John Graham, a professor in the Graduate School of Management and the Democratic congressional candidate for the 48th district, has voiced his concerns about the nuclear reactor at UCI saying that it should be shut down because of its susceptibility to terrorist attacks. However, university administrators believe the nuclear reactor is safe and that Graham’s claims are unsubstantiated.
The reactor has been housed beneath Rowland Hall for 35 years without controversy. It is immersed within a concrete-walled pool filled with water 25 feet deep and is still used for research today.
Professor of chemistry George Miller has been the reactor’s supervisor for many years and says that there is little to worry about regarding the safety of the reactor.
‘The nuclear reactor’s vulnerability for a terrorist attack has been assessed and found not to be at a high risk,’ Miller said.
Miller also claims that measures have been taken to guarantee this safety.
‘If terrorists try to reach the reactor, we have systems that will tell us very quickly of an invasion and alert law enforcement who will be here,’ Miller said. ‘Secondly, we think it is difficult to do enough damage to this reactor that would actually harm the public.’
Sensors have been installed in the room to detect intruders and constant video surveillance records movement in and around the reactor.
Miller stated that if terrorists were to bomb the reactor, the water would absorb the harmful radioactivity that would be emitted. Furthermore, a bombing would collapse the top of the building, which would collapse on top of the reactor and protect it.
UCI and the Nuclear Regulatory Commission, an independent agency that regulates the civilian use of nuclear material, share Miller’s stance on the reactor’s safety.
Scott Burnell, spokesperson for the NRC, reports that they communicate with UCI on a regular basis and have yearly visits to ensure its safety.
‘Since Sept. 11, 2001, the NRC required additional steps for reactors around the country,’ Burnell said.
However, it was the terrorist attacks on Sept. 11 that prompted Graham to question the safety of the university’s nuclear reactor. At the press conference on Sept. 27, Graham mentioned that UCI is on the attorney general’s terrorist target list.
Graham admitted that he may have had other reasons for bringing up the reactor as a terrorist threat.
‘I can’t deny that part of my motivation is political,’ Graham said.
However, he said that it was not the only driving force behind making his concerns public.

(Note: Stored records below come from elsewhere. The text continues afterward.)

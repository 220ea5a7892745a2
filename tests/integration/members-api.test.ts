import { eq } from "drizzle-orm";
import { afterAll, beforeAll, describe, expect, it } from "vitest";
import { GET, PATCH } from "@/app/api/projects/[projectId]/members/route";
import { auditEvents, memberships } from "@/db/schema";
import { ROLES } from "@/lib/permissions";
import { closeDb, getDb, requireIntegrationEnv } from "../support/db";
import { createProjectFixture, type ProjectFixture } from "../support/fixtures";
import { buildRequest, routeContext } from "../support/session";

let fx: ProjectFixture;
const path = () => `/api/projects/${fx.projectId}/members`;
const ctx = () => routeContext({ projectId: fx.projectId });

beforeAll(async () => {
  requireIntegrationEnv();
  fx = await createProjectFixture("members-api");
});
afterAll(closeDb);

describe("GET /api/projects/[projectId]/members", () => {
  it("answers 401 without a session and 404 to a non-member", async () => {
    expect((await GET(await buildRequest(path()), ctx())).status).toBe(401);
    expect((await GET(await buildRequest(path(), { user: fx.users.outsider }), ctx())).status).toBe(404);
  });

  it("lists the team, owner first, without password hashes", async () => {
    const response = await GET(await buildRequest(path(), { user: fx.users.viewer }), ctx());
    expect(response.status).toBe(200);
    const { members } = await response.json();
    expect(members.map((m: { role: string }) => m.role)).toEqual([...ROLES]);
    expect(JSON.stringify(members)).not.toMatch(/password/i);
  });
});

describe("PATCH /api/projects/[projectId]/members", () => {
  const change = (role: string) => ({ userId: fx.users.architect.id, role });

  it("answers 401 without a session and 404 to a non-member", async () => {
    expect((await PATCH(await buildRequest(path(), { method: "PATCH", body: change("viewer") }), ctx())).status).toBe(401);
    expect((await PATCH(await buildRequest(path(), { method: "PATCH", body: change("viewer"), user: fx.users.outsider }), ctx())).status).toBe(404);
  });

  it.each(ROLES.filter((r) => r !== "owner"))("answers 403 to a %s", async (role) => {
    const response = await PATCH(await buildRequest(path(), { method: "PATCH", body: change("viewer"), user: fx.users[role] }), ctx());
    expect(response.status).toBe(403);
  });

  it("answers 400 with issues for an unknown role or a malformed body", async () => {
    const bad = await PATCH(await buildRequest(path(), { method: "PATCH", body: change("chief"), user: fx.users.owner }), ctx());
    expect(bad.status).toBe(400);
    expect((await bad.json()).issues).toEqual([{ path: "role", message: expect.any(String) }]);
    const notJson = await PATCH(await buildRequest(path(), { method: "PATCH", rawBody: "{", user: fx.users.owner }), ctx());
    expect(notJson.status).toBe(400);
  });

  it("lets the owner change a role and records an audit event", async () => {
    const response = await PATCH(await buildRequest(path(), { method: "PATCH", body: change("viewer"), user: fx.users.owner }), ctx());
    expect(response.status).toBe(200);
    expect((await response.json()).member).toMatchObject({ userId: fx.users.architect.id, role: "viewer" });
    const events = await getDb().select().from(auditEvents).where(eq(auditEvents.projectId, fx.projectId));
    expect(events).toContainEqual(expect.objectContaining({ action: "member.role_changed", subjectId: fx.users.architect.id, actorId: fx.users.owner.id, details: { from: "architect", to: "viewer" } }));
  });

  it("refuses to remove the last owner and changes nothing", async () => {
    const response = await PATCH(await buildRequest(path(), { method: "PATCH", body: { userId: fx.users.owner.id, role: "viewer" }, user: fx.users.owner }), ctx());
    expect(response.status).toBe(409);
    const [row] = await getDb().select().from(memberships).where(eq(memberships.userId, fx.users.owner.id));
    expect(row.role).toBe("owner");
  });

  it("answers 404 for someone who is not on the team", async () => {
    const response = await PATCH(await buildRequest(path(), { method: "PATCH", body: { userId: fx.users.outsider.id, role: "viewer" }, user: fx.users.owner }), ctx());
    expect(response.status).toBe(404);
  });
});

‘The other part of my motivation is that I live on the campus and my house is not insured for nuclear contamination … I also care about the people on campus and the people around the country,’ Graham said.
He says that as a challenger, it is his responsibility to ensure that incumbent representative Christopher Cox is performing his duties and making sure the district is safe.
Graham said that he detonated bombs while serving in the Navy and that his knowledge of bomb tactics allows him to think up of methods that terrorists might use to bomb the reactor.
According to Graham, the security of the reactor is very weak and there is ample possibility for terrorists to attack before law enforcement can arrive. During test runs, the police were able to arrive at the reactor within two minutes, but Graham says that police cannot apprehend terrorists without gas masks.
‘The terrorists would mace the hallways and law enforcement would not be able to enter,’ Graham said.
Dan Hersh from Bridge the Gap, a nuclear power industry watchdog organization, is Graham’s scientific advisor on the nature of nuclear reactors. Contrary to Miller’s claims, Hersh explains that an explosion would blow the water out of the pool and spread radioactive materials.
‘Because the reactor is in an open pool, [an explosion would make] the water shoot out the top,’ Hersh said.
In a letter responding to Graham’s concerns, Cox said, ‘I am instructing the staff of the House Committee on Homeland Security … to work with [Graham] and UCI officials to conduct a more thorough review of the security procedures.’
Cox has worked on the security of other nuclear reactors in California and said in the letter that he looks forward to working with Graham on the safety of UCI’s nuclear reactor.
‘The reactor has operated safely and without incident for 35 years,’ said Chancellor Ralph Cicerone in an e-mail to the university in response to Graham’s claims about safety issues at the reactor.
However, Graham suggested that Cicerone should hold a public forum to begin a discussion of issues surrounding the nuclear reactor.